What you are asked to do: Show each line of the data below in which "bool" occurs.

Task input Block Start

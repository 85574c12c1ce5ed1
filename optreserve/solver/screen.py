"""Quick screening of a case without optimising: per event the gain the limit needs against
the most the case can offer (every capable provider at its highest gain)."""

from __future__ import annotations

import numpy as np
import pandas as pd

from optreserve.case.data import Case
from optreserve.case.products import trip_members
from optreserve.model.horizon import Events, unit_data


def event_capability(case: Case) -> pd.DataFrame:
    """Per event (and period, for a horizon) needed and offered response; see _snapshot."""
    if not case.is_horizon:
        return _snapshot(case)
    parts = []
    for label, snap in zip(case.periods, case.snapshots()):
        parts.append(_snapshot(snap).assign(period=label))
    df = pd.concat(parts, ignore_index=True)
    return df[["event", "period"] + [c for c in df.columns if c not in ("event", "period")]]


def _snapshot(case: Case) -> pd.DataFrame:
    """One row per event: needed and offered response at the settled limit.

    needed_gain_mw_per_hz = |dP| / F (load self-regulation included on the offered side);
    offered_gain_mw_per_hz = (sum_i K_max,i (F - d_i)^+ + F D) / F with the tripped unit out.
    """
    ev = Events.of(case)
    need_up = bool((ev.sigma > 0).any())
    need_dn = bool((ev.sigma < 0).any())
    ud = unit_data(case, need_up, need_dn)
    F = min(case.limits.max_settled_deviation_hz, case.limits.full_activation_deviation_hz)
    D = case.load_damping_mw_per_hz().sum()
    K_max = ud.K_hi
    if case.droop.steps_pct is not None:
        # highest gain a governor step allows inside the band and the headroom
        g = case.gain_from_droop(np.ones(len(case.units)))[:, None] / np.asarray(
            case.droop.steps_pct)[None, :]
        ok = (g >= ud.K_lo[:, None] * (1 - 1e-9)) & (g <= ud.K_hi[:, None] * (1 + 1e-9))
        K_max = np.where(ok, g, 0.0).max(axis=1)
    resp = K_max * np.maximum(F - ud.d_hz, 0.0)  # MW each unit can give at the limit
    total = resp.sum()
    offered = total - trip_members(case.units, case.events) @ resp + F * D  # all lost units out
    return pd.DataFrame({
        "event": ev.names,
        "size_mw": case.events["size_mw"].to_numpy(float),
        "needed_gain_mw_per_hz": ev.dP / F,
        "offered_gain_mw_per_hz": offered / F,
        "needed_mw_at_limit": ev.dP,
        "offered_mw_at_limit": offered,
        "short_mw": np.maximum(ev.dP - offered, 0.0),
    })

Task input Block End

Task answer:
    need_up = bool((ev.sigma > 0).any())
    need_dn = bool((ev.sigma < 0).any())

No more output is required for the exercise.